PROBLEM STATEMENT ->
What is the count of lines in the data that hold the string "stamped"? State the number alone.

Records from a data collection
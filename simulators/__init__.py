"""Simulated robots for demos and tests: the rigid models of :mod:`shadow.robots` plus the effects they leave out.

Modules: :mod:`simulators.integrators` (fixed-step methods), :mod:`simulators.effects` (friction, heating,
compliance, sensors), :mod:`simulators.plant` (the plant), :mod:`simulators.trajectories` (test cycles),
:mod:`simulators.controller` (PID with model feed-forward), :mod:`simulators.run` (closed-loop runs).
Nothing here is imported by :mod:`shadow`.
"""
--
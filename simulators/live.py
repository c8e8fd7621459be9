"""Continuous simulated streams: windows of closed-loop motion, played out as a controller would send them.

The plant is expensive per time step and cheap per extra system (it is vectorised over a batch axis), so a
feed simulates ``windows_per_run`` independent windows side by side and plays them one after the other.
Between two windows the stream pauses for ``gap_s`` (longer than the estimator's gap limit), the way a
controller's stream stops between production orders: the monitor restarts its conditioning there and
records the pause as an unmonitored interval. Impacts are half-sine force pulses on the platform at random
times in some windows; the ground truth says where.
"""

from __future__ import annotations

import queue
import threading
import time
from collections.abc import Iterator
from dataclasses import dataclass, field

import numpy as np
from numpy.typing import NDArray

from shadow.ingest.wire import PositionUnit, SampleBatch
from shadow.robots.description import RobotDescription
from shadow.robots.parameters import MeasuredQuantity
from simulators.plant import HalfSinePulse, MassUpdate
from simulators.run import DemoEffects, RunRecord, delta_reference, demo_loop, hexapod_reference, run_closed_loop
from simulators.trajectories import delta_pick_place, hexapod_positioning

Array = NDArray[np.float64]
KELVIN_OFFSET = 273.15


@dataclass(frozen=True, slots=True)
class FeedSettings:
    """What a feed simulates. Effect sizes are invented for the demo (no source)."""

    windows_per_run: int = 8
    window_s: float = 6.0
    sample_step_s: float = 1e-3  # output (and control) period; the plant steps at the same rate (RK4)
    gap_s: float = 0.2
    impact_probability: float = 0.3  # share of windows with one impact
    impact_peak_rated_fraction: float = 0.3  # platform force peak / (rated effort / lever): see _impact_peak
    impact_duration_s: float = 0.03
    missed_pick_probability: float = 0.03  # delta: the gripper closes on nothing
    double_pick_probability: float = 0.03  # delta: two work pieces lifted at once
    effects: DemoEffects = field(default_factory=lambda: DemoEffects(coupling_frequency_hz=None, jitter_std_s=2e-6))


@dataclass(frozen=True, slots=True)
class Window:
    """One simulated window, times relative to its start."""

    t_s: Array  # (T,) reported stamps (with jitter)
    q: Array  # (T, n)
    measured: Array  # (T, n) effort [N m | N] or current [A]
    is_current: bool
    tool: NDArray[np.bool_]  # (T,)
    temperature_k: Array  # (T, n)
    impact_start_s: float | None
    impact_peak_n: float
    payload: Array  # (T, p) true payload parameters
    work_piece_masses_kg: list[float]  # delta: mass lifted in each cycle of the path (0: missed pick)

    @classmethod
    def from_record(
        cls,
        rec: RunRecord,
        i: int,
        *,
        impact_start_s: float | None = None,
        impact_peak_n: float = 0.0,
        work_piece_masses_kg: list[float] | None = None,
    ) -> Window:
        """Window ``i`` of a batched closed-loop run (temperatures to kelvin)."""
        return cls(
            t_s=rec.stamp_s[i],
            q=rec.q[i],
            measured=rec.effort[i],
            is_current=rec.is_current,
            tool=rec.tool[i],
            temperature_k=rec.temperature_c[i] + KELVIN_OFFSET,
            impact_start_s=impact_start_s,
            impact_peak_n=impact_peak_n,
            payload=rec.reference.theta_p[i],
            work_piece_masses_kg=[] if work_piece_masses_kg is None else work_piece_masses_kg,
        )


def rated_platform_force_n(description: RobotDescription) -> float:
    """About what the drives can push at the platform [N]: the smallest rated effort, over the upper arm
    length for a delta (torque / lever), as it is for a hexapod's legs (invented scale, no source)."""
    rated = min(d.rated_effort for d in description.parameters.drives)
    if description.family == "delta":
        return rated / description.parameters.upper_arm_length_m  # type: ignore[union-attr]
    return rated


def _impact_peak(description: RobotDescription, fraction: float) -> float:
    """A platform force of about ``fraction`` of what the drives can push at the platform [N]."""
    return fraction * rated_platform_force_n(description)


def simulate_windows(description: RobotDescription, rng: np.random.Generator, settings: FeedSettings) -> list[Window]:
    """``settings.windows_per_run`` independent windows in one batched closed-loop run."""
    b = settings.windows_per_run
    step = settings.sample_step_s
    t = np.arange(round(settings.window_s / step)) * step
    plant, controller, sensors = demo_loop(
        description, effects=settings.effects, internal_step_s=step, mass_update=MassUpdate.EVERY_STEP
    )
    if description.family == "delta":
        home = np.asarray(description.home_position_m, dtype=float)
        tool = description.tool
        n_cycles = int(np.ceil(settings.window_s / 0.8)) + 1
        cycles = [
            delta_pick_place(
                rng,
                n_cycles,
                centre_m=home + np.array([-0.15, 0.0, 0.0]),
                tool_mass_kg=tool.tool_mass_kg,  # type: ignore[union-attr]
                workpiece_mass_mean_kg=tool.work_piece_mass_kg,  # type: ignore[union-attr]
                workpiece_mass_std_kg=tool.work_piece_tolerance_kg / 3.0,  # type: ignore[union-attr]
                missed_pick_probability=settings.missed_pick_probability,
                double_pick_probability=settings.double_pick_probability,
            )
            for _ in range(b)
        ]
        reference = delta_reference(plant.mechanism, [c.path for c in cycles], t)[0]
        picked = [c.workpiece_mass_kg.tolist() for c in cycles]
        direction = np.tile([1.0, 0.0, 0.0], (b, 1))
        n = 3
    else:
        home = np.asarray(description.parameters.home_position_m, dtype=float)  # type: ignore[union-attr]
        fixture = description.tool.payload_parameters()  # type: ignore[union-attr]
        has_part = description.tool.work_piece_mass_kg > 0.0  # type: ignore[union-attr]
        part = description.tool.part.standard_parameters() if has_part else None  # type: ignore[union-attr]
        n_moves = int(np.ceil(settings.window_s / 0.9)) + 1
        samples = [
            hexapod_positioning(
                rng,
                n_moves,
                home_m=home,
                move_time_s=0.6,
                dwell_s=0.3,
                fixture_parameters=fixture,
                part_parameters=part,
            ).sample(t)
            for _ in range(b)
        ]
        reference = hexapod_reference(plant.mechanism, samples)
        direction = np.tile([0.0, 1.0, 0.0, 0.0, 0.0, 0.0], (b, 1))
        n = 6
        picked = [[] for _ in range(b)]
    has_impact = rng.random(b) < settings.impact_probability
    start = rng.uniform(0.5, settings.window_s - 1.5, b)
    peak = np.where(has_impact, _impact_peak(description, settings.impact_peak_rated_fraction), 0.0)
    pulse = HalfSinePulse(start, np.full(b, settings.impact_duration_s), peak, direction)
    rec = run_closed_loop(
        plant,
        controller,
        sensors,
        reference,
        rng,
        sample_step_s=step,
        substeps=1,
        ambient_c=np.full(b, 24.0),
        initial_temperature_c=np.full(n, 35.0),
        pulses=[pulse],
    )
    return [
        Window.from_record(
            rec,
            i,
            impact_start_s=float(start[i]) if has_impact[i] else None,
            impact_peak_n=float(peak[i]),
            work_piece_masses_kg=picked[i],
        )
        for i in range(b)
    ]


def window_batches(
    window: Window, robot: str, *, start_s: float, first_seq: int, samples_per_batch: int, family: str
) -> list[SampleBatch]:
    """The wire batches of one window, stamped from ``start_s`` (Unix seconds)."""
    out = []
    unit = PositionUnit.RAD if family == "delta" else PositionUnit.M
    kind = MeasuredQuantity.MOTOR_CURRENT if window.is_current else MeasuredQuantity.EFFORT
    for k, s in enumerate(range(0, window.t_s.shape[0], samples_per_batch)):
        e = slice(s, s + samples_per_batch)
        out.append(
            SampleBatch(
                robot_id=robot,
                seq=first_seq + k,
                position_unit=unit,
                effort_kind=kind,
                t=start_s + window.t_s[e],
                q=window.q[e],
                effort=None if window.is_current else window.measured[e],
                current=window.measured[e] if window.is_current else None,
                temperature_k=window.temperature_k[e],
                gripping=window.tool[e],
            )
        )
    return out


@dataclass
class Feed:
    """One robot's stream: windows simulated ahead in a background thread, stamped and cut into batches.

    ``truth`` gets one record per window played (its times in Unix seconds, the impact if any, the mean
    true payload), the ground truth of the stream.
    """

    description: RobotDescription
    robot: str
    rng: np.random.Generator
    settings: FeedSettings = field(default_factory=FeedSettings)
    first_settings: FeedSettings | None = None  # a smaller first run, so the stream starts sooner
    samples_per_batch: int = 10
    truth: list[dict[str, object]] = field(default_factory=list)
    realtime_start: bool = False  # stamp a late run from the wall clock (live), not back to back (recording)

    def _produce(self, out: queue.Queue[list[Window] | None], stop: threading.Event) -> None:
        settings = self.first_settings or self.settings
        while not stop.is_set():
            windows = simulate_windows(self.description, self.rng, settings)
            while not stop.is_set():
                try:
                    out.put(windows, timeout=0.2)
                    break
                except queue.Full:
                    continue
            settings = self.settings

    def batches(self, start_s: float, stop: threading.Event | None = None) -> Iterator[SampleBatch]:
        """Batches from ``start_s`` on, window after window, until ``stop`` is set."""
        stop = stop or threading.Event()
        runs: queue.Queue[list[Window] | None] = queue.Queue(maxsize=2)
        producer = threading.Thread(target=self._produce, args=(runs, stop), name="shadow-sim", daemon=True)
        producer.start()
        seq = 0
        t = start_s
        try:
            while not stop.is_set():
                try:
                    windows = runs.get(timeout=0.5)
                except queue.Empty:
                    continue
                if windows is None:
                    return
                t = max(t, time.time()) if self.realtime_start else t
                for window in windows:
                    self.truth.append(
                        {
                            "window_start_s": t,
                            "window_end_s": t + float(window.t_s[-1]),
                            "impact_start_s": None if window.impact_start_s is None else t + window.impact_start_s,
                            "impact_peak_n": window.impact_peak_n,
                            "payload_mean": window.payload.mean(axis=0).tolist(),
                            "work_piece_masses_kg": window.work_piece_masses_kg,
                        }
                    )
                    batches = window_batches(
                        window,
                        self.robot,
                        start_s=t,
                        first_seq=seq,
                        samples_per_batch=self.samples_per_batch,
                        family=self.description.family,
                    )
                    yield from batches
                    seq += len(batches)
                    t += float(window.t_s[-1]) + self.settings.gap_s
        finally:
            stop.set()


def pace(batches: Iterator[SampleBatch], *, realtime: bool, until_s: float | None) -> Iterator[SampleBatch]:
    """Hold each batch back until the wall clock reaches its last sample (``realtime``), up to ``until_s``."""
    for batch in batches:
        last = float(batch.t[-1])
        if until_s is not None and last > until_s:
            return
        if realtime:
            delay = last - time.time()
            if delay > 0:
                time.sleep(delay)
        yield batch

SOLUTION TO THIS TASK ->
2